■ **YOUR ASSIGNMENT**
Pick out each line of the records in which the word "holdings" appears.

══ SOURCE RECORDS ══

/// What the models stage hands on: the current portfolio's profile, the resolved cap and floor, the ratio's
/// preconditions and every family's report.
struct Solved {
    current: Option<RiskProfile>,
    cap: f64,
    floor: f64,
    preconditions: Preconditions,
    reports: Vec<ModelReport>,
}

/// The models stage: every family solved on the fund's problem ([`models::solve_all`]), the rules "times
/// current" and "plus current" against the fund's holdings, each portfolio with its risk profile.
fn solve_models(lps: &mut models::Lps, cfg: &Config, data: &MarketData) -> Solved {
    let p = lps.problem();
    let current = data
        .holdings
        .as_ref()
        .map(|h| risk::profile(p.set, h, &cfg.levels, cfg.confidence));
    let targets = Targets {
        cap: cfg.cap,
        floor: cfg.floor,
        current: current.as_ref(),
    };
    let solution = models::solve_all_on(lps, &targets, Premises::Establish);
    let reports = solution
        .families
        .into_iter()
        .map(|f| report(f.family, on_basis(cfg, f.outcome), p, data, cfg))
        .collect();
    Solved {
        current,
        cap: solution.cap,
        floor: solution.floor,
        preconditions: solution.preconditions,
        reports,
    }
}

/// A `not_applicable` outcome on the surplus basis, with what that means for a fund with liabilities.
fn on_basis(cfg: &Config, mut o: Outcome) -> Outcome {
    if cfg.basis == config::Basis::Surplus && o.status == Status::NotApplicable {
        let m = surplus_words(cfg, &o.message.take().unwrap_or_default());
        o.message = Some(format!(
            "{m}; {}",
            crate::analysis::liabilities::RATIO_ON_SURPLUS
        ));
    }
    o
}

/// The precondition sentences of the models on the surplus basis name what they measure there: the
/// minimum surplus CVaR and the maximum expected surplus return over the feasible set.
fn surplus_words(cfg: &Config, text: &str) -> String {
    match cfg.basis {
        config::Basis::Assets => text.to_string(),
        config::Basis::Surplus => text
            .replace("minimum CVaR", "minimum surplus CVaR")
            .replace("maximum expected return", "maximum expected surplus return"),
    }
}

═══

■ **WRITTEN SOLUTION**
/// current" and "plus current" against the fund's holdings, each portfolio with its risk profile.
        .holdings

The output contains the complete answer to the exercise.